A 56-year-old female from Berkshire (UK) was identified with recurrent pyelonephritis UTIs on a background of a cystectomy and ileal conduit formation for interstitial cystitis. In the preceding 12 months, the patient had received 13 courses of antibiotics and required 3 hospital admissions for UTIs. Urine cultures demonstrated AmpC beta-lactamase E coli, Klebsiella, or mixed growth. 

Procedure:
A 160mg dose of gentamicin was diluted in 50ml of 0.9% sodium chloride and instilled into the ileal conduit using a Wellspect LoFric catheter. The instillation was performed with the patient in a supine position, with the aim of inducing mild flank pain during administration, suggesting reflux of the gentamicin solution into the renal pelvis. Following instillation, the patient remained supine for 20 minutes before resuming normal daily activities.

Protocol:
A 25-week regimen was implemented. Initially, 28 daily instillations were administered over a four-week induction phase. This was followed by alternate-day instillations for nine weeks. Finally, twice-weekly instillations were performed for 12 weeks.
Baseline blood tests and urine cultures were obtained. During the induction phase, blood tests and urine cultures were performed twice weekly for monitoring purposes.

The primary outcome of this study was the incidence of UTIs following intra-urostomy gentamicin.

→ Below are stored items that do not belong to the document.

"""Tests on the residuals of one observable of one run."""

from __future__ import annotations

from math import comb

import numpy as np
from numpy.typing import ArrayLike


def runs_test(residuals: ArrayLike) -> float | None:
    """Exact one-sided probability of as few runs of like sign as these or fewer, by chance.

    Swed & Eisenhart, Ann. Math. Statist. 14 (1943) 66: given n1 positive and n2 negative residuals every
    order is equally likely. When all have one sign that distribution has a single value, and the probability
    that equally likely signs all agree, 2^(1-n), is given instead. Residuals of exactly zero are left out.

    Parameters
    ----------
    residuals : array_like, shape (n,), in order of time

    Returns
    -------
    float or None
        None when no residual differs from zero.
    """
    signs = np.sign(np.asarray(residuals, dtype=float))
    signs = signs[signs != 0]
    n = len(signs)
    if n == 0:
        return None
    positive = int(np.sum(signs > 0))
    negative = n - positive
    if positive == 0 or negative == 0:
        return min(1.0, 2.0 ** (1 - n))
    runs = 1 + int(np.sum(signs[1:] != signs[:-1]))
    return probability_of_runs(runs, positive, negative)


def probability_of_runs(runs: int, positive: int, negative: int) -> float:
    """P(number of runs <= runs) when every order of the signs is equally likely (Swed & Eisenhart 1943)."""
    ways = 0
    for r in range(2, runs + 1):
        half = r // 2
        if r % 2 == 0:
            ways += 2 * comb(positive - 1, half - 1) * comb(negative - 1, half - 1)
        else:
            ways += comb(positive - 1, half) * comb(negative - 1, half - 1)
            ways += comb(positive - 1, half - 1) * comb(negative - 1, half)
    return ways / comb(positive + negative, positive)


def durbin_watson(residuals: ArrayLike) -> float | None:
    """Sum of squared differences of successive residuals over their sum of squares; about 2 without serial
    correlation (Durbin & Watson, Biometrika 37 (1950) 409). None for fewer than two or all zero.

    Parameters
    ----------
    residuals : array_like, shape (n,), in order of time
    """
    r = np.asarray(residuals, dtype=float)
    total = float(np.sum(r**2))
    if len(r) < 2 or total == 0.0:
        return None
    return float(np.sum(np.diff(r) ** 2)) / total


def holm(probabilities: list[float | None]) -> list[float | None]:
    """p-values adjusted for being many (Holm, Scand. J. Statist. 6 (1979) 65); None stays None."""
    known = sorted((p, i) for i, p in enumerate(probabilities) if p is not None)
    adjusted: list[float | None] = [None] * len(probabilities)
    highest = 0.0
    for rank, (p, i) in enumerate(known):
        highest = max(highest, min(1.0, (len(known) - rank) * p))
        adjusted[i] = highest
    return adjusted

Secondary outcomes included the total antibiotic requirements post-treatment, the incidence and severity of treatment-related adverse effects, and the change in patient-reported symptom burden.

The patient successfully completed the induction phase of intra-urostomy gentamicin instillation and has transitioned to alternate-day administration. Initially, treatment was administered in the outpatient clinic by clinicians; subsequently, the patient was trained to self-administer the instillations at home.

To date, the patient has experienced no further episodes of UTIs and has not required oral or intravenous antibiotics. Transient bilateral flank pain was noted during the instillation procedure. These symptoms resolved rapidly. Pre-treatment, the patient reported chronic low-level bilateral flank pain, which has resolved.

Serial blood tests revealed no overt changes in renal function, liver function, or inflammatory markers compared to baseline. Serum gentamicin levels remained within baseline parameters throughout the induction phase. Urine cultures during the induction period showed mixed growth and one Enterococcus species. After three weeks, urine cultures demonstrated no bacterial growth for the first time.

The patient reports no adverse side effects.

We report the first documented application of intra-urostomy gentamicin instillation for the prevention of rUTIs in a patient with an ileal conduit. The patient, who had experienced a significant burden of rUTIs and associated antibiotic use, demonstrated a strong positive response to this novel treatment. Following the induction phase, the patient experienced complete resolution of UTIs, elimination of antibiotic requirements, and resolution of chronic flank pain. Serial blood tests and urine cultures confirmed the safety and efficacy of the instillation protocol, with no significant adverse effects or serum gentamicin accumulation. 

The patient successfully transitioned to self-administration at home, demonstrating the feasibility and scalability of this technique in an outpatient setting. 

Ongoing prospective follow-up will assess the patient's sustained response to intra-urostomy gentamicin instillation as she progresses through the 24-week treatment regimen, followed by post-treatment monitoring for 12 months.

These initial findings suggest that this novel approach offers a promising alternative for managing rUTIs in urostomy patients, a challenging cohort where further studies are warranted to validate these observations and establish optimal treatment strategies.